Joan Wallace-Benjamin, tapped by Deval Patrick as his new top adviser, is a close friend of the governor-elect who joined him in the controversial failed bid to free convicted rapist Benjamin LaGuer.
  In an excerpt of a letter posted on LaGuer’s Web site, Wallace-Benjamin called the con “a talented writer, an intelligent advocate, and a man whose experience and life lessons make him a valuable member of the community.”
  Wallace-Benjamin, who will become Patrick’s chief of staff in January, stepped into the LaGuer case in 1998 amid revelations that a former parole board member, Terence McArdle, had used racial slurs. The Urban League of Massachusetts, then headed by Wallace-Benjamin, sent a letter to the board supporting LaGuer’s release.
  In a 1998 newspaper interview, Wallace-Benjamin said of the flap: “It is ironic, yet sad that once again Ben LaGuer is a victim of this kind of racial hatred in an official proceeding, and that his future is held in the balance by men like Mr. McArdle.”
  The LaGuer case became a central issue in the heated race between Patrick and Lt. Gov. Kerry Healey after it was revealed that Patrick wrote LaGuer supportive letters and backed his failed parole bids. Excerpts from Patrick’s letters, which were first reported in the Herald, have appeared in the “testimonials” section of LaGuer’s Web site alongside Wallace-Benjamin’s quote, but have been removed.
  A Patrick spokesman declined comment last night.

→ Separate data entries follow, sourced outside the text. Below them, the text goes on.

// Evdev input: the record layout against the kernel's published header,
// decoding through a pipe (press, release, autorepeat, SYN_DROPPED, several
// keys), the event time taken from the record, device profiles, hot unplug
// (a record file removed and recreated), and exactly-once delivery through a
// Live stream that drops while the device streams.
#include <fcntl.h>
#include <linux/input.h>
#include <sys/stat.h>
#include <unistd.h>

#include <chrono>
#include <cstdio>
#include <cstring>
#include <filesystem>
#include <fstream>
#include <set>
#include <string>
#include <vector>

#include "clients/keys/button_map.h"
#include "clients/keys/calibrate.h"
#include "clients/keys/device_pump.h"
#include "clients/keys/evdev.h"
#include "gtest/gtest.h"
#include "tests/clients/fake_live.h"

namespace tickmark::keys {
namespace {

namespace fs = std::filesystem;

// Values as published in include/uapi/linux/input.h and
// include/uapi/linux/input-event-codes.h.
constexpr uint16_t kEvSyn = 0;       // input-event-codes.h EV_SYN
constexpr uint16_t kEvKey = 1;       // input-event-codes.h EV_KEY
constexpr uint16_t kEvMsc = 4;       // input-event-codes.h EV_MSC
constexpr uint16_t kSynReport = 0;   // input-event-codes.h SYN_REPORT
constexpr uint16_t kSynDropped = 3;  // input-event-codes.h SYN_DROPPED
constexpr uint16_t kKeyA = 30;       // input-event-codes.h KEY_A
constexpr uint16_t kKeyB = 48;       // input-event-codes.h KEY_B
constexpr uint16_t kKeyPageDown = 109;  // input-event-codes.h KEY_PAGEDOWN

InputRecord Rec(int64_t sec, int64_t usec, uint16_t type, uint16_t code, int32_t value) {
  InputRecord r;
  r.sec = sec;
  r.usec = usec;
  r.type = type;
  r.code = code;
  r.value = value;
  return r;
}

// A key event followed by its SYN_REPORT, as the kernel sends one press:
// EV_MSC MSC_SCAN first, as keyboards do (event-codes.rst, EV_MSC).
std::string KeyFrame(int64_t sec, int64_t usec, uint16_t code, int32_t value) {
  return EncodeInputRecord(Rec(sec, usec, kEvMsc, 4, 0x70004)) +
         EncodeInputRecord(Rec(sec, usec, kEvKey, code, value)) +
         EncodeInputRecord(Rec(sec, usec, kEvSyn, kSynReport, 0));
}

TEST(EvdevLayout, MatchesThePublishedKernelHeader) {
  EXPECT_EQ(kInputEventSize, 24u);        // input.h struct input_event, x86_64
  EXPECT_EQ(kInputEventTypeOffset, 16u);  // after struct timeval (16 bytes)
  EXPECT_EQ(kInputEventCodeOffset, 18u);  // input.h: __u16 code
  EXPECT_EQ(kInputEventValueOffset, 20u); // input.h: __s32 value
  EXPECT_EQ(sizeof(input_event), 24u);    // the installed header agrees
  EXPECT_EQ(EV_SYN, kEvSyn);              // event-codes.rst
  EXPECT_EQ(EV_KEY, kEvKey);              // event-codes.rst
  EXPECT_EQ(EV_MSC, kEvMsc);              // event-codes.rst
  EXPECT_EQ(SYN_REPORT, kSynReport);      // event-codes.rst
  EXPECT_EQ(SYN_DROPPED, kSynDropped);    // event-codes.rst
}

// Regression (found by fuzz/evdev_fuzz.cc): a huge tv_sec from a record file
// overflowed time_ns(); it now saturates.
TEST(EvdevLayout, AbsurdRecordTimesSaturate) {
  InputRecord r;
  r.sec = INT64_MAX / 10;
  EXPECT_EQ(r.time_ns(), INT64_MAX);
  r.sec = INT64_MIN / 10;
  EXPECT_EQ(r.time_ns(), INT64_MIN);
  r.sec = 12;
  r.usec = 345'678;
  EXPECT_EQ(r.time_ns(), 12'345'678'000);
}

TEST(EvdevLayout, DecodesHandWrittenBytes) {
  // Built byte by byte from the published offsets (little-endian x86_64),
  // not from the struct: 1.000250 s, EV_KEY, KEY_PAGEDOWN, press.
  unsigned char b[24] = {};
  b[0] = 1;                        // tv_sec = 1
  b[8] = 0xFA;                     // tv_usec = 250
  b[16] = 1;                       // type EV_KEY at offset 16
  b[18] = kKeyPageDown;            // code at offset 18
  b[20] = 1;                       // value 1 = press at offset 20
  const InputRecord r = DecodeInputRecord(b);
  EXPECT_EQ(r.sec, 1);
  EXPECT_EQ(r.usec, 250);
  EXPECT_EQ(r.type, kEvKey);
  EXPECT_EQ(r.code, kKeyPageDown);
  EXPECT_EQ(r.value, 1);
  EXPECT_EQ(r.time_ns(), 1'000'250'000);
  EXPECT_EQ(EncodeInputRecord(r), std::string(reinterpret_cast<char*>(b), 24));
}

TEST(EvdevNames, KernelCodes) {
  EXPECT_EQ(KeyCodeFromName("KEY_PAGEUP"), uint16_t{104});  // input-event-codes.h
  EXPECT_EQ(KeyCodeFromName("KEY_PAGEDOWN"), uint16_t{109}); // input-event-codes.h
  EXPECT_EQ(KeyCodeFromName("KEY_LEFT"), uint16_t{105});    // input-event-codes.h
  EXPECT_EQ(KeyCodeFromName("KEY_RIGHT"), uint16_t{106});   // input-event-codes.h
  EXPECT_EQ(KeyCodeFromName("KEY_A"), kKeyA);               // input-event-codes.h
  EXPECT_EQ(KeyCodeFromName("KEY_KP1"), uint16_t{79});      // input-event-codes.h
  EXPECT_EQ(KeyCodeFromName("KEY_KP9"), uint16_t{73});      // input-event-codes.h
  EXPECT_EQ(KeyCodeFromName("BTN_0"), uint16_t{0x100});     // input-event-codes.h
  EXPECT_EQ(KeyCodeFromName("BTN_SOUTH"), uint16_t{0x130}); // input-event-codes.h
  EXPECT_EQ(KeyCodeFromName("BTN_EAST"), uint16_t{0x131});  // input-event-codes.h
  EXPECT_EQ(KeyCodeFromName("0x68"), uint16_t{104});
  EXPECT_EQ(KeyCodeFromName("104"), uint16_t{104});
  EXPECT_EQ(KeyCodeFromName("KEY_NOPE"), std::nullopt);
  EXPECT_EQ(KeyCodeName(104), "KEY_PAGEUP");
}

// Writes `bytes` into a pipe in `chunk`-sized writes and decodes what the
// read end delivers, read by read.
std::vector<KeyChange> ThroughPipe(EvdevDecoder& d, const std::string& bytes, size_t chunk) {
  int p[2];
  EXPECT_EQ(pipe(p), 0);
  std::vector<KeyChange> out;
  for (size_t at = 0; at < bytes.size(); at += chunk) {
    const size_t n = std::min(chunk, bytes.size() - at);
    EXPECT_EQ(write(p[1], bytes.data() + at, n), static_cast<ssize_t>(n));
    char buf[256];
    const ssize_t got = read(p[0], buf, sizeof buf);
    EXPECT_EQ(got, static_cast<ssize_t>(n));
    for (const KeyChange& c : d.Feed(std::string_view(buf, static_cast<size_t>(got)))) {
      out.push_back(c);
    }
  }
  close(p[0]);
  close(p[1]);
  return out;
}

TEST(EvdevDecoder, PressRepeatReleaseThroughAPipeInOddChunks) {
  const std::string bytes = KeyFrame(100, 1, kKeyA, 1) +   // press
                            KeyFrame(100, 250001, kKeyA, 2) +  // autorepeat
                            KeyFrame(100, 283001, kKeyA, 2) +
                            KeyFrame(100, 400000, kKeyA, 0);   // release
  for (size_t chunk : {size_t{1}, size_t{7}, size_t{24}, size_t{100}}) {
    EvdevDecoder d;
    const std::vector<KeyChange> c = ThroughPipe(d, bytes, chunk);
    ASSERT_EQ(c.size(), 2u) << "chunk " << chunk;
    EXPECT_EQ(c[0].kind, KeyChange::Kind::kPress);
    EXPECT_EQ(c[0].code, kKeyA);
    // The record's own time, not the read's (the pipe read happens now).
    EXPECT_EQ(c[0].time_ns, 100'000'001'000);
    EXPECT_EQ(c[1].kind, KeyChange::Kind::kRelease);
    EXPECT_EQ(c[1].time_ns, 100'400'000'000);
    EXPECT_EQ(d.autorepeats(), 2u);
    EXPECT_TRUE(d.down().empty());
  }
}

TEST(EvdevDecoder, SeveralKeysInOneFrameAndInterleaved) {
  const std::string both =
      EncodeInputRecord(Rec(5, 10, kEvKey, kKeyA, 1)) +
      EncodeInputRecord(Rec(5, 10, kEvKey, kKeyB, 1)) +
      EncodeInputRecord(Rec(5, 10, kEvSyn, kSynReport, 0)) + KeyFrame(5, 20, kKeyA, 0) +
      KeyFrame(5, 30, kKeyPageDown, 1) + KeyFrame(5, 40, kKeyB, 0) +
      KeyFrame(5, 50, kKeyPageDown, 0);
  EvdevDecoder d;
  const std::vector<KeyChange> c = ThroughPipe(d, both, 13);
  ASSERT_EQ(c.size(), 6u);
  EXPECT_EQ(c[0].code, kKeyA);
  EXPECT_EQ(c[1].code, kKeyB);
  EXPECT_EQ(c[1].kind, KeyChange::Kind::kPress);
  EXPECT_EQ(c[2].kind, KeyChange::Kind::kRelease);
  EXPECT_EQ(c[3].code, kKeyPageDown);
  EXPECT_EQ(c[3].time_ns, 5'000'030'000);
  EXPECT_TRUE(d.down().empty());
  EXPECT_EQ(d.inconsistencies(), 0u);
}

TEST(EvdevDecoder, SynDroppedDiscardsUntilTheNextReportAndAsksForResync) {
  // event-codes.rst: after SYN_DROPPED, events up to and including the next
  // SYN_REPORT are to be dropped and the state queried (EVIOCG*).
  const std::string bytes =
      KeyFrame(1, 0, kKeyA, 1) +
      EncodeInputRecord(Rec(1, 5, kEvKey, kKeyB, 1)) +       // frame cut by the drop
      EncodeInputRecord(Rec(1, 6, kEvSyn, kSynDropped, 0)) +
      EncodeInputRecord(Rec(1, 7, kEvKey, kKeyA, 0)) +        // discarded
      EncodeInputRecord(Rec(1, 8, kEvSyn, kSynReport, 0)) +   // end of the drop
      KeyFrame(1, 9, kKeyPageDown, 1);
  EvdevDecoder d;
  const std::vector<KeyChange> c = ThroughPipe(d, bytes, 24);
  ASSERT_EQ(c.size(), 2u);
  EXPECT_EQ(c[0].code, kKeyA);
  EXPECT_EQ(c[1].code, kKeyPageDown);
  EXPECT_EQ(c[1].time_ns, 1'000'009'000);
  EXPECT_EQ(d.drops(), 1u);
  ASSERT_TRUE(d.TakeResyncRequest());
  EXPECT_FALSE(d.TakeResyncRequest());
  // EVIOCGKEY would say: B held (pressed during the drop), A released.
  d.Resync({kKeyB, kKeyPageDown});
  EXPECT_EQ(d.lost_presses(), 1u);  // B: pressed, but its time is gone
  EXPECT_EQ(d.down(), (std::set<uint16_t>{kKeyB, kKeyPageDown}));
  const std::vector<KeyChange> after = d.Feed(KeyFrame(1, 20, kKeyB, 0));
  ASSERT_EQ(after.size(), 1u);
  EXPECT_EQ(after[0].kind, KeyChange::Kind::kRelease);
  EXPECT_EQ(d.inconsistencies(), 0u);
}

But here is an interesting twist:

It looks like David Wedge and Benjamin LaGuer will both be playing the role of “Defendant/Appellant” in the SJC on January 4, 2007. Take a look at the SJC Docket for ERNEST B. MURPHY vs. BOSTON HERALD, INC. & another and then go to the docket for COMMONWEALTH vs. BENJAMIN LaGUER. They are both scheduled for the same day. Wedge figures prominently in the first (he is named as a defendant along with his employer) and the second, of course, bears LaGuer’s name.


DATA FROM THE BenLaGuer.com STAT COUNTER:

(Massachusetts Republican State Committee)

Massachusetts, Boston, United States, 0 returning visits

Date Time WebPage

17th November 2006 12:19:45 PM www.benlaguer.com/

No referring link

17th November 2006 02:01:36 PM www.benlaguer.com/testimonials.html

www.google.com/search?as_q=Joan Wallace-Benjamin&num=10&hl=en&btnG=Google Search&as_epq=&as_oq=&as_eq=&lr=&as_ft=i&as_filetype=&as_qdr=all&as_n

bostonherald-br0.cust.e-xpedient.com (Cavu E-xpedient)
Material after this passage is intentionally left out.